Stored records
● ● ● ● ● ● ●
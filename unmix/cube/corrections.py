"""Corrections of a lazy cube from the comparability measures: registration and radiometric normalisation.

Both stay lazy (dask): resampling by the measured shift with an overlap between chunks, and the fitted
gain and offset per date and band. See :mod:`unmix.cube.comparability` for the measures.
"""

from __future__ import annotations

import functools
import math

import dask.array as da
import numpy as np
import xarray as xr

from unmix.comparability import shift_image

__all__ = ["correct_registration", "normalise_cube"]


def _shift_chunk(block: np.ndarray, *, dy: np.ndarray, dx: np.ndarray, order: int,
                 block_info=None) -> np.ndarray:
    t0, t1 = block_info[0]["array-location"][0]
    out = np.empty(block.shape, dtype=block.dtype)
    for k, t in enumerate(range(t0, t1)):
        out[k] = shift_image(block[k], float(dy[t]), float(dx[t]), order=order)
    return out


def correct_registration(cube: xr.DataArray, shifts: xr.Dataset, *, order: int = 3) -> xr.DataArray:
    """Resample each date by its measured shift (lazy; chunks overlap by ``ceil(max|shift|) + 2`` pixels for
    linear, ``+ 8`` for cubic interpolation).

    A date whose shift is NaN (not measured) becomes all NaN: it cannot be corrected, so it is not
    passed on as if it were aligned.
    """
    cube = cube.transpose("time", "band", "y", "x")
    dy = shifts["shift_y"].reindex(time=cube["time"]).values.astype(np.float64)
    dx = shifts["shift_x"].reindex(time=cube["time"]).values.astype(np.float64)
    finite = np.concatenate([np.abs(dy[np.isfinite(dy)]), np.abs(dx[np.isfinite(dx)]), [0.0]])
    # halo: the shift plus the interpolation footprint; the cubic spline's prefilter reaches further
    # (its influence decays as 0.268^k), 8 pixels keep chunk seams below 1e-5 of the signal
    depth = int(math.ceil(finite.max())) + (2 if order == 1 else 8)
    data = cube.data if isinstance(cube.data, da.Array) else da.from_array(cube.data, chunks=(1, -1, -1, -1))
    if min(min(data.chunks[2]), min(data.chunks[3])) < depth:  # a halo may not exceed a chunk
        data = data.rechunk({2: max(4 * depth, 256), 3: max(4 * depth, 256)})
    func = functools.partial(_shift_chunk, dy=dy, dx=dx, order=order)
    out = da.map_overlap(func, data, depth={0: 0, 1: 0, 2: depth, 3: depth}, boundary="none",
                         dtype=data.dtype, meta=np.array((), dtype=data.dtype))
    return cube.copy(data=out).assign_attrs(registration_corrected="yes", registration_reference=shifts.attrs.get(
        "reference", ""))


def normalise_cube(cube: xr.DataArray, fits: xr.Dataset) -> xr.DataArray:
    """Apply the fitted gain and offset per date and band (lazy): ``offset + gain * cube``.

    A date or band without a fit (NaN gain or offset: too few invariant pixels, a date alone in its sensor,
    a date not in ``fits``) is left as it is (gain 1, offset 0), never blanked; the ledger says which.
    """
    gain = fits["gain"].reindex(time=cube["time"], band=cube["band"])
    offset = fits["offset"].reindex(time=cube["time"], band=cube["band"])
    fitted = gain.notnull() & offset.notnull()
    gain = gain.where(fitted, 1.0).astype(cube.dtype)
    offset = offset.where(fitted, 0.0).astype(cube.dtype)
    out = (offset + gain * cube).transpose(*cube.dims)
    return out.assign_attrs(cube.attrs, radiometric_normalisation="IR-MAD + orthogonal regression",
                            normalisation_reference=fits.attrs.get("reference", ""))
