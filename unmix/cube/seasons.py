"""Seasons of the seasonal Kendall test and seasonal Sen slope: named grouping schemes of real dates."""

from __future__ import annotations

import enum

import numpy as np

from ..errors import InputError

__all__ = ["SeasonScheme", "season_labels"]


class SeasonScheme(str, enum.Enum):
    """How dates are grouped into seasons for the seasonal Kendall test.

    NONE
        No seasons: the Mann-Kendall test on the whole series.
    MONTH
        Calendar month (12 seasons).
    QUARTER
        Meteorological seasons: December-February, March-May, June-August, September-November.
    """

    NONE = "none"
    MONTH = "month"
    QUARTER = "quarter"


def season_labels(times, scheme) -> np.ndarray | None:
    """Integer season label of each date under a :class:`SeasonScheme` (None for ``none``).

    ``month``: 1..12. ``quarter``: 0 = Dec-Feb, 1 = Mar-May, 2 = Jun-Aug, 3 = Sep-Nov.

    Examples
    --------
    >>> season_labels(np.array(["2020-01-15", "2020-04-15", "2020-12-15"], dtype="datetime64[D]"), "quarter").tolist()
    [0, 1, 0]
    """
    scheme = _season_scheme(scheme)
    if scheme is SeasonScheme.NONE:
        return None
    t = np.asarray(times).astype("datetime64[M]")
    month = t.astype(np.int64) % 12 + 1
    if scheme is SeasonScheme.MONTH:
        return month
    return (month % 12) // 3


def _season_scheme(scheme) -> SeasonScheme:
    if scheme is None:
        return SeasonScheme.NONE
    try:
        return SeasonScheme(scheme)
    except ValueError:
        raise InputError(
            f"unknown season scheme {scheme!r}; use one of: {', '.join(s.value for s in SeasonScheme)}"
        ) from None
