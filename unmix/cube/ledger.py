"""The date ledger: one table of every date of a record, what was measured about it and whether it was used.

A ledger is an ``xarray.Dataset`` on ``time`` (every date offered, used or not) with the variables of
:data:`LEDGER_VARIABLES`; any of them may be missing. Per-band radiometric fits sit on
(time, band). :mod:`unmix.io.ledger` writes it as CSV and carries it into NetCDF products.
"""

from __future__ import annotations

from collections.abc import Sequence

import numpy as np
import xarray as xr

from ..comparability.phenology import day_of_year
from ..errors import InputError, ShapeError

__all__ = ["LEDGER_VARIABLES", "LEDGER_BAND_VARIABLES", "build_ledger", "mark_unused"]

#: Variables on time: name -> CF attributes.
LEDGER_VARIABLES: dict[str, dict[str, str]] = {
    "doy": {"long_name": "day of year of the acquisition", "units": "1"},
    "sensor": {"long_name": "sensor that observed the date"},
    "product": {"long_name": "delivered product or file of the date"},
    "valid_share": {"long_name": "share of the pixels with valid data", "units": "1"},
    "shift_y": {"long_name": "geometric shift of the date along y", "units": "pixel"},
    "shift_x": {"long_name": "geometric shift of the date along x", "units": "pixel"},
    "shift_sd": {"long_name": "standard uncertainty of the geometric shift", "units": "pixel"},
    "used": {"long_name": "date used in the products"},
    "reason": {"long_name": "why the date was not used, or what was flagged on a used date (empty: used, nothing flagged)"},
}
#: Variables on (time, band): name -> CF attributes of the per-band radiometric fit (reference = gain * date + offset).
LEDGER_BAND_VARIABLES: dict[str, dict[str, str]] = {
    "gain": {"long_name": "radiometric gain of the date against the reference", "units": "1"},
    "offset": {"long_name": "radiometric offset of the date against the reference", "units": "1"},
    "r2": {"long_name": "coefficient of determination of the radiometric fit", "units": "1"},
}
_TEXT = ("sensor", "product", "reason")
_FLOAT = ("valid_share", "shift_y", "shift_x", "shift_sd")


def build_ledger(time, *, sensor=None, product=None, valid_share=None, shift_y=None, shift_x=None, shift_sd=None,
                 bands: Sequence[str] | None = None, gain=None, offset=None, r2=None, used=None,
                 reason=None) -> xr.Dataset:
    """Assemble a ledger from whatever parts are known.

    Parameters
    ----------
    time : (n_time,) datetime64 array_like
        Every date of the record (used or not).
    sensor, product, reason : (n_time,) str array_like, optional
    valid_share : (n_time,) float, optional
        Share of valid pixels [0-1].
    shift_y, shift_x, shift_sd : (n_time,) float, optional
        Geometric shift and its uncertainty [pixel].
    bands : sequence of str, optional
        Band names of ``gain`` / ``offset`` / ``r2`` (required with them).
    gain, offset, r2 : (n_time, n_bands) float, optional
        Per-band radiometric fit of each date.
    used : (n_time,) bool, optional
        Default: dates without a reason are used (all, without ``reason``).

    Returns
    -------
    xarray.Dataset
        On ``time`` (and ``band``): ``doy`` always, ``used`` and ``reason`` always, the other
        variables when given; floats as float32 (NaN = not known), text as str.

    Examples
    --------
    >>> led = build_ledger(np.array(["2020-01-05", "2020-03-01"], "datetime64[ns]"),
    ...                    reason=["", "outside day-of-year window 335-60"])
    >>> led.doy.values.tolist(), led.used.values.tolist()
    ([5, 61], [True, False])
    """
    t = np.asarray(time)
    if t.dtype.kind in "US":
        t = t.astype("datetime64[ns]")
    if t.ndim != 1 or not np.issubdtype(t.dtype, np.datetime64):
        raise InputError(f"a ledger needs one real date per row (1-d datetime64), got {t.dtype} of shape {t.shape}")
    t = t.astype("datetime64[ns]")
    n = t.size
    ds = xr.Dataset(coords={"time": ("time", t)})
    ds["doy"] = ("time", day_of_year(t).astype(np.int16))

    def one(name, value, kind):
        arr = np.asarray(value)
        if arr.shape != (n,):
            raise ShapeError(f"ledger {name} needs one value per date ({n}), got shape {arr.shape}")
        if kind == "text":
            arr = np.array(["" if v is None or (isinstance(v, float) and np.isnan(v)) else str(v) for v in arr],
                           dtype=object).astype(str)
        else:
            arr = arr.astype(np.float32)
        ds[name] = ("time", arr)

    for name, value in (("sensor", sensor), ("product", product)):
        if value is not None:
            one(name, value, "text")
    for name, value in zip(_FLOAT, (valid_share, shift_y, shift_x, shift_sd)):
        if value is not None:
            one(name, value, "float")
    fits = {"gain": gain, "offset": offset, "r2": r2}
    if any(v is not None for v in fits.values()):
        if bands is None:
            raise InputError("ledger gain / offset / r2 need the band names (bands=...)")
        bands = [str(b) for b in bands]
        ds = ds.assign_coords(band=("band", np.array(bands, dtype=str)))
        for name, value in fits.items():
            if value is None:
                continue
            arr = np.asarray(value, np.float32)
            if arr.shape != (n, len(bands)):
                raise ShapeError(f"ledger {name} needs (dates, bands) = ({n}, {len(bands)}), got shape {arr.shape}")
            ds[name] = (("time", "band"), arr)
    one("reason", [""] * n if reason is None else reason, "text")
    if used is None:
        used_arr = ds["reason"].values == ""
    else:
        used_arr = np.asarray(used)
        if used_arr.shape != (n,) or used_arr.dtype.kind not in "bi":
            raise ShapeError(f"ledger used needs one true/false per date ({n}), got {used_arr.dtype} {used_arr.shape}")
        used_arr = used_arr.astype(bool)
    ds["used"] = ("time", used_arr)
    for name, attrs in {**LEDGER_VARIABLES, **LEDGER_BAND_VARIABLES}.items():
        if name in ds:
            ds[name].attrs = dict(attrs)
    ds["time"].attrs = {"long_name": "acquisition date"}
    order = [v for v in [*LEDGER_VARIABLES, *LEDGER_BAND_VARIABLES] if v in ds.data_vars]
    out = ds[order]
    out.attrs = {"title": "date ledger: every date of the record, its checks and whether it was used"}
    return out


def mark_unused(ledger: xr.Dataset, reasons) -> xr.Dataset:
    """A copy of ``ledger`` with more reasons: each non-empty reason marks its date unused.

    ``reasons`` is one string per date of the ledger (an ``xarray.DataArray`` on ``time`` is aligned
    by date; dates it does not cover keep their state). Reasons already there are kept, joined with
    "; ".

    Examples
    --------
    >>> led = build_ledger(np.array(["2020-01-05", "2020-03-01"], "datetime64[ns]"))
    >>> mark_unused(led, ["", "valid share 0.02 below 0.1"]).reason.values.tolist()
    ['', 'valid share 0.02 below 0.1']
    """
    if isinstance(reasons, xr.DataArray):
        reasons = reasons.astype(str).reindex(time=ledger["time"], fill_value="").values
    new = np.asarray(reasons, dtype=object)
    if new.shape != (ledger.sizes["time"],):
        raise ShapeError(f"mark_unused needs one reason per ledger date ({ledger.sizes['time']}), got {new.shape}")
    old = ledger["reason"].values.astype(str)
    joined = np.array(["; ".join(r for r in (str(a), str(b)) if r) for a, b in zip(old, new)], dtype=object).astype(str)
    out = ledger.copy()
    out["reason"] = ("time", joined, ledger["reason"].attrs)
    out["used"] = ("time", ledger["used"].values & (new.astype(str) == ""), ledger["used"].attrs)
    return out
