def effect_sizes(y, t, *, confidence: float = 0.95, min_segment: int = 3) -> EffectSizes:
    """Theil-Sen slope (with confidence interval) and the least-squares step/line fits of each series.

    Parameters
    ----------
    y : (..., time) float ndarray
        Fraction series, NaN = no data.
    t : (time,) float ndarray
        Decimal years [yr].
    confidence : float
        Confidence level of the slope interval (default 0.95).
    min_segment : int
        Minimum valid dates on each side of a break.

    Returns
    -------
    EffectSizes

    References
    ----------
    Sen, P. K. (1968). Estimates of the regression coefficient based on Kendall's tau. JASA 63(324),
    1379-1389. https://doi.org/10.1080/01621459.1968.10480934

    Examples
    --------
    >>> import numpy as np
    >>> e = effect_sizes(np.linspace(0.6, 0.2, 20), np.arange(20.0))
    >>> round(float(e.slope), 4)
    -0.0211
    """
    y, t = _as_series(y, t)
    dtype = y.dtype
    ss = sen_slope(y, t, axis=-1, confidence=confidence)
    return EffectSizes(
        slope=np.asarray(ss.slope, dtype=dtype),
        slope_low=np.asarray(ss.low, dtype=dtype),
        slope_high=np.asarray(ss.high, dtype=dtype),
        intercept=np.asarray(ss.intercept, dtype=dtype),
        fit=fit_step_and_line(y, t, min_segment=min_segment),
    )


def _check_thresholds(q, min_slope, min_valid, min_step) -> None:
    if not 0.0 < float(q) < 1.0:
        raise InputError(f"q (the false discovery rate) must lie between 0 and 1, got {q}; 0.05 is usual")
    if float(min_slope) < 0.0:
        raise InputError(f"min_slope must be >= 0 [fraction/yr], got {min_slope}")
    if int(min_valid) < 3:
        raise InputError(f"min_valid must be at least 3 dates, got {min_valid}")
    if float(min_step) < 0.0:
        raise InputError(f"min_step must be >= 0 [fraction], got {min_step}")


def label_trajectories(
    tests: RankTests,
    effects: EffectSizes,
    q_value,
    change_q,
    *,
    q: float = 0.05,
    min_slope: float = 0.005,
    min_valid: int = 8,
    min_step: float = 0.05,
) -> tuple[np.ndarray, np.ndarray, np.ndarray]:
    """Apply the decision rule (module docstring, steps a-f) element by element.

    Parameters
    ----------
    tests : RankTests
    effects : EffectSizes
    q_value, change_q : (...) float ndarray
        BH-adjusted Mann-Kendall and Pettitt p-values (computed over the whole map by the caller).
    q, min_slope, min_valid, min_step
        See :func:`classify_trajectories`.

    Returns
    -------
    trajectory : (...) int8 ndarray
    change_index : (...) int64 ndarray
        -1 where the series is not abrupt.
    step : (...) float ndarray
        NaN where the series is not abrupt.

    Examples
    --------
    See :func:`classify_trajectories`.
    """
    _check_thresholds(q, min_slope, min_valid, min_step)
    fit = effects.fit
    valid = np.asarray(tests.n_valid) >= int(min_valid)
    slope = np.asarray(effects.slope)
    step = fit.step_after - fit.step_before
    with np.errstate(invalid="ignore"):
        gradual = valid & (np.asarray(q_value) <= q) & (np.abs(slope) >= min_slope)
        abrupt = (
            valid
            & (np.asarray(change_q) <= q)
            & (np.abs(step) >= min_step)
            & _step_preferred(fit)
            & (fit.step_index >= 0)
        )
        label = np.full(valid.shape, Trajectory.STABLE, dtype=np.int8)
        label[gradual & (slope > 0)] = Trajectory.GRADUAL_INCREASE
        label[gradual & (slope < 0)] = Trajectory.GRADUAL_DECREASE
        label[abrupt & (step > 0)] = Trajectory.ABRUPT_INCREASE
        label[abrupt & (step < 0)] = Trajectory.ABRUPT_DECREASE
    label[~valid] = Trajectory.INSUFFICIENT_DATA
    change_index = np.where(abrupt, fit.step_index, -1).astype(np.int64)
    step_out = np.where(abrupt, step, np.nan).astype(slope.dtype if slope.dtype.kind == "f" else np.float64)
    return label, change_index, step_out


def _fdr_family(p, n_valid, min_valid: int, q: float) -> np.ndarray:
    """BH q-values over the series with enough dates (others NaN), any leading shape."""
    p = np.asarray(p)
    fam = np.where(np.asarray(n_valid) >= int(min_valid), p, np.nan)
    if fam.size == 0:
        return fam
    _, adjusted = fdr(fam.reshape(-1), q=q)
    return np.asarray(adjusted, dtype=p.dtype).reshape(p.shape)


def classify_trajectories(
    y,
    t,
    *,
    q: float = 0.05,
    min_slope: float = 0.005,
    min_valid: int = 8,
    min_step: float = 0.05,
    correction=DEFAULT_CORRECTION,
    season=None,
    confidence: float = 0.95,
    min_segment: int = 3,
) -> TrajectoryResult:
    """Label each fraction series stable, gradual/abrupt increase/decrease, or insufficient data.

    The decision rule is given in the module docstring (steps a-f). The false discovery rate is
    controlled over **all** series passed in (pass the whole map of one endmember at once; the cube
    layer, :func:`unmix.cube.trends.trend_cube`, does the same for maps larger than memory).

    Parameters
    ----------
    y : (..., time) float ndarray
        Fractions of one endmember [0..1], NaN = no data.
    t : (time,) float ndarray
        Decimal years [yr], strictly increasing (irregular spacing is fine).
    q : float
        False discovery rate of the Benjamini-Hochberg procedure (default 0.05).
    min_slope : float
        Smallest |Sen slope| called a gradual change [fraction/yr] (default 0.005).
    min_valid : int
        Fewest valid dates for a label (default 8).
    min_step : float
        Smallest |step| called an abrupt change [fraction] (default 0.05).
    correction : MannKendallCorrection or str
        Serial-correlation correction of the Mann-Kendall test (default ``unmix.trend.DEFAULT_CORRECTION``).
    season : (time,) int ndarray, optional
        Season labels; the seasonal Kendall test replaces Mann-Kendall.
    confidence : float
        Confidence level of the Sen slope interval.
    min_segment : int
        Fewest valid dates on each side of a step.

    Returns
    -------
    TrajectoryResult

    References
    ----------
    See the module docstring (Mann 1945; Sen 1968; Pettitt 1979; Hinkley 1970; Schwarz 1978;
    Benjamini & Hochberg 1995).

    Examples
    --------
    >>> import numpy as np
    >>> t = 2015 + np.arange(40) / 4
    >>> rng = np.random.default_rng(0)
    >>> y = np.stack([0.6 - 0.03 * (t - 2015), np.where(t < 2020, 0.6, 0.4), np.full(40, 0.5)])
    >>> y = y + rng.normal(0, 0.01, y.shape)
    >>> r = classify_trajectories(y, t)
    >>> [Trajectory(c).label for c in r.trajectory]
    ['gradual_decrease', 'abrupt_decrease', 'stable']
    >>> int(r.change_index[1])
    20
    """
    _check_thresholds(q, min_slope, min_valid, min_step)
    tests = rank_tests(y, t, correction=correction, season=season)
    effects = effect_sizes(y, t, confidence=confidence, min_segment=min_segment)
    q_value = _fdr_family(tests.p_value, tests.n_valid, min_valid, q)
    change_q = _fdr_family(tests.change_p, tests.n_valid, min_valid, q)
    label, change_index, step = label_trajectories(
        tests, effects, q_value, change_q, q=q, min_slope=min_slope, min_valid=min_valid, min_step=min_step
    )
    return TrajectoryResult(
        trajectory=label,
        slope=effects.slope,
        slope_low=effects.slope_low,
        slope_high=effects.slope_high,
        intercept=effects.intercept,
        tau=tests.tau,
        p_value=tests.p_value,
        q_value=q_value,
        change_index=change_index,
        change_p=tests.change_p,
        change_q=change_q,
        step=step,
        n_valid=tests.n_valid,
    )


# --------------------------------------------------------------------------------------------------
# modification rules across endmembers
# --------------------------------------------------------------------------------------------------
● ● ● ● ● ● ●
Given the data above, transcribe exactly the lines from the one containing "into NetCDF products." down to the one containing "used in the", and no others.

(time, band). :mod:`unmix.io.ledger` writes it as CSV and carries it into NetCDF products.
"""

from __future__ import annotations

from collections.abc import Sequence

import numpy as np
import xarray as xr

from ..comparability.phenology import day_of_year
from ..errors import InputError, ShapeError

__all__ = ["LEDGER_VARIABLES", "LEDGER_BAND_VARIABLES", "build_ledger", "mark_unused"]

#: Variables on time: name -> CF attributes.
LEDGER_VARIABLES: dict[str, dict[str, str]] = {
    "doy": {"long_name": "day of year of the acquisition", "units": "1"},
    "sensor": {"long_name": "sensor that observed the date"},
    "product": {"long_name": "delivered product or file of the date"},
    "valid_share": {"long_name": "share of the pixels with valid data", "units": "1"},
    "shift_y": {"long_name": "geometric shift of the date along y", "units": "pixel"},
    "shift_x": {"long_name": "geometric shift of the date along x", "units": "pixel"},
    "shift_sd": {"long_name": "standard uncertainty of the geometric shift", "units": "pixel"},
    "used": {"long_name": "date used in the products"},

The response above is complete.